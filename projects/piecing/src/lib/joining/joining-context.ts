import type { PatternDocument, Point, Section } from '../document/pattern-schema';
import { matchingMarks, type MatchingMark } from '../fabrication/matching-marks/index';
import { withRingEdgesAsCurves } from './follow-ring-edges';
import { ContactFinder, sectionInstances, type SectionInstance } from './part-contacts';

// Marks on the two sides of a join coincide within this (inches).
export const MARKS_MATCH_IN = 0.001;

/** What the joining plan reads of a document, computed once: copies, contacts and matching marks. */
export class JoiningContext {
  readonly instances: SectionInstance[];
  readonly contacts: ContactFinder;
  readonly sections: Map<string, { section: Section; index: number; instances: number[] }>;
  private marksByInstance?: Map<string, MatchingMark[]>;

  constructor(readonly doc: Pick<PatternDocument, 'sections' | 'canvas'>) {
    this.instances = sectionInstances(doc);
    this.contacts = new ContactFinder(this.instances);
    this.sections = new Map(doc.sections.map((section, index) => [section.id, { section, index, instances: [] as number[] }]));
    this.instances.forEach((inst, k) => this.sections.get(inst.sectionId)!.instances.push(k));
  }

  /** The matching marks of every copy, by copy id (straight edges drawn against a ring count as curves). */
  marks(): Map<string, MatchingMark[]> {
    if (!this.marksByInstance) {
      this.marksByInstance = new Map();
      for (const s of matchingMarks(withRingEdgesAsCurves(this.doc))) for (const inst of s.instances) this.marksByInstance.set(inst.instanceId, inst.marks);
    }
    return this.marksByInstance;
  }

  /**
   * The matching marks of a join between copies `a` and copies `b`: each mark of an a-copy whose
   * neighbour is a b-copy, with its twin on that b-copy (null when the neighbour has none there).
   */
  joinMarks(a: readonly number[], b: readonly number[]): Array<{ a: Point; b: Point | null; kind: MatchingMark['kind'] }> {
    const marks = this.marks();
    const bIds = new Set(b.map((k) => this.instances[k].id));
    const out: Array<{ a: Point; b: Point | null; kind: MatchingMark['kind'] }> = [];
    for (const k of a) {
      const id = this.instances[k].id;
      for (const m of marks.get(id) ?? []) {
        if (!bIds.has(m.neighbourId)) continue;
        if (m.kind !== 'spacing') {
          out.push({ a: m.point, b: null, kind: m.kind });
          continue;
        }
        const twin = (marks.get(m.neighbourId) ?? []).find((o) => o.neighbourId === id && Math.hypot(o.point.x - m.point.x, o.point.y - m.point.y) <= MARKS_MATCH_IN);
        out.push({ a: m.point, b: twin ? twin.point : null, kind: m.kind });
      }
    }
    return out;
  }

  /** A spacing mark of a b-copy toward an a-copy that no a-copy mark matches, if any. */
  unmatchedOnB(a: readonly number[], b: readonly number[]): Point | undefined {
    const marks = this.marks();
    const aIds = new Set(a.map((k) => this.instances[k].id));
    for (const k of b) {
      const id = this.instances[k].id;
      for (const m of marks.get(id) ?? []) {
        if (!aIds.has(m.neighbourId) || m.kind !== 'spacing') continue;
        const twin = (marks.get(m.neighbourId) ?? []).some((o) => o.neighbourId === id && Math.hypot(o.point.x - m.point.x, o.point.y - m.point.y) <= MARKS_MATCH_IN);
        if (!twin) return m.point;
      }
    }
    return undefined;
  }

  /** The centre of the block: the middle of the canvas. */
  get blockCentre(): Point {
    return { x: this.doc.canvas.widthIn / 2, y: this.doc.canvas.heightIn / 2 };
  }
}
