import crypto from 'node:crypto';
import type { Server } from 'node:http';
import type { AddressInfo } from 'node:net';
import { asc, count as countRows, eq, sql, type SQL } from 'drizzle-orm';
import fc from 'fast-check';
import request from 'supertest';
import Stripe from 'stripe';
import { formatMoney, listingAnswerSchema } from '@seamwright/api';
import { buildOrchardWheel, quiltSizes } from '@seamwright/piecing';
import { afterAll, beforeAll, describe, expect, it } from 'vitest';
import { startFakeStripeServer, type FakeStripeServer } from '../dev/fake-stripe-server';
import { sampleDocument, startTestServer, userClient, type Client, type TestServer } from '../test/harness';
import { seedDemoShop } from './demo-shop';

const SK = 'sk_test_shop_spec_key';
const WHSEC = 'whsec_shop_spec_secret';

let fake: FakeStripeServer;
let t: TestServer;
let listening: Server;
let designer: Client;
let buyer: Client;
let stranger: Client;
let listedId: string;
let draftId: string;

/** A `SELECT count(*) AS n …` on the test server's database (PostgreSQL answers a bigint as text). */
const count = async (query: SQL) => Number((await t.ctx.data.rows<{ n: unknown }>(query))[0]!.n);
/** Everything the webhook may change, to show a refused or replayed event changed nothing. */
const snapshot = async () => {
  const { orders } = t.ctx.data.t;
  return {
    events: await count(sql`SELECT count(*) AS n FROM payment_events`),
    members: await count(sql`SELECT count(*) AS n FROM members`),
    orders: await t.ctx.data.db
      .select({ id: orders.id, status: orders.status, paidAt: orders.paidAt, refundedAt: orders.refundedAt, grantedAccess: orders.grantedAccess })
      .from(orders)
      .orderBy(asc(orders.id)),
    // Mail queued for sending as well as mail delivered.
    queued: await count(sql`SELECT count(*) AS n FROM mail_outbox`),
    mails: t.mail.messages.length,
  };
};

const postWebhook = (payload: string, signature?: string) => {
  const r = request(t.app).post('/api/shop/webhook').set('Content-Type', 'application/json; charset=utf-8');
  return (signature ? r.set('Stripe-Signature', signature) : r).send(payload);
};

async function until<T>(probe: () => Promise<T | undefined> | T | undefined, what: string, ms = 10_000): Promise<T> {
  const end = Date.now() + ms;
  for (;;) {
    const v = await probe();
    if (v !== undefined) return v;
    if (Date.now() > end) throw new Error(`timed out waiting for ${what}`);
    await new Promise((r) => setTimeout(r, 50));
  }
}
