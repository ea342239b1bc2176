import type { jsPDF } from 'jspdf';
import type { Point } from '../document/index';
import { POINTS_PER_INCH, type RectIn } from './paper';
import type { PrintFonts } from './print-options';
import { FALLBACK_FAMILY_PREFIX, FontFallback } from './font-fallback';
import { ColourOps, GlyphEncoder, pdfNumber } from './pdf-ops';

/** Family name the shipped TrueType fonts are registered under in the PDF. */
export const PDF_FONT_FAMILY = 'Roboto';

/** A stroke style: width in points, dash pattern in points (solid when empty), RGB colour. */
export interface StrokeStyle {
  widthPt: number;
  dashPt?: number[];
  colour?: string;
}

/** Text settings: size in points, weight, colour, alignment. */
export interface TextStyle {
  sizePt: number;
  bold?: boolean;
  colour?: string;
  align?: 'left' | 'center' | 'right';
  /** Vertical anchor of the given point. */
  baseline?: 'alphabetic' | 'middle' | 'top' | 'bottom';
  /** Counter-clockwise turn in degrees (90 reads upward). */
  angleDeg?: number;
}

const pt = (inches: number): number => inches * POINTS_PER_INCH;

/** Arabic letters and presentation forms: jsPDF joins them before measuring. */
const ARABIC = /[\u0600-\u06ff\u0750-\u077f\u08a0-\u08ff\ufb50-\ufdff\ufe70-\ufeff]/;

/** {@link ARABIC} for one character code. */
function isArabic(code: number): boolean {
  return (
    (code >= 0x0600 && code <= 0x06ff) ||
    (code >= 0x0750 && code <= 0x077f) ||
    (code >= 0x08a0 && code <= 0x08ff) ||
    (code >= 0xfb50 && code <= 0xfdff) ||
    (code >= 0xfe70 && code <= 0xfeff)
  );
}

/** The main family's width tables of a document, shared by every pen on it (the measuring pens of the covers too). */
const mainWidthTables = new WeakMap<jsPDF, readonly [Float64Array, Float64Array]>();
function mainWidthsOf(doc: jsPDF): readonly [Float64Array, Float64Array] {
  let tables = mainWidthTables.get(doc);
  if (!tables) mainWidthTables.set(doc, (tables = [mainWidthTable(), mainWidthTable()]));
  return tables;
}

/** A width table for the Basic Multilingual Plane: NaN (not measured) everywhere but Arabic (-1: measured with its text). */
function mainWidthTable(): Float64Array {
  const table = new Float64Array(0x10000).fill(NaN);
  for (let code = 0; code < 0x10000; code++) if (isArabic(code)) table[code] = -1;
  return table;
}

/**
 * Benchmark and test hook: `created` is called with every pen made, before it draws (the print
 * benchmark records a render's drawing through it, to write the same drawing with the pen alone).
 */
export const penHooks: { created?: (pen: PdfPen) => void } = {};
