/** A print set's state as `client` reads it. */
async function printSetOn(client: ApiClient, patternId: string, setId: string) {
  const res = await client.get(`/api/patterns/${patternId}/print-sets/${setId}`);
  expect(res.status, res.text).toBe(200);
  return res.json.printSet as { id: string; status: string; progress: number; sheets: number | null; sha256: string | null; url: string; error: string | null };
}

async function download(client: ApiClient, url: string): Promise<{ status: number; bytes: Buffer; etag: string | null }> {
  const res = await fetch(client.baseUrl + url, { headers: { cookie: client.cookieHeader() }, signal: AbortSignal.timeout(60_000) });
  return { status: res.status, bytes: Buffer.from(await res.arrayBuffer()), etag: res.headers.get('etag') };
}

const sha256 = (bytes: Uint8Array) => crypto.createHash('sha256').update(bytes).digest('hex');

/** The committed PostgreSQL migrations (drizzle-pg/*.sql). */
const migrationFiles = () => fs.readdirSync(new URL('../../drizzle-pg/', import.meta.url)).filter((f) => f.endsWith('.sql'));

════════════════

**Directions for this task:**
How many of the lines in this material contain the word "interface"? State the number and nothing else.

**Result of this task:**
2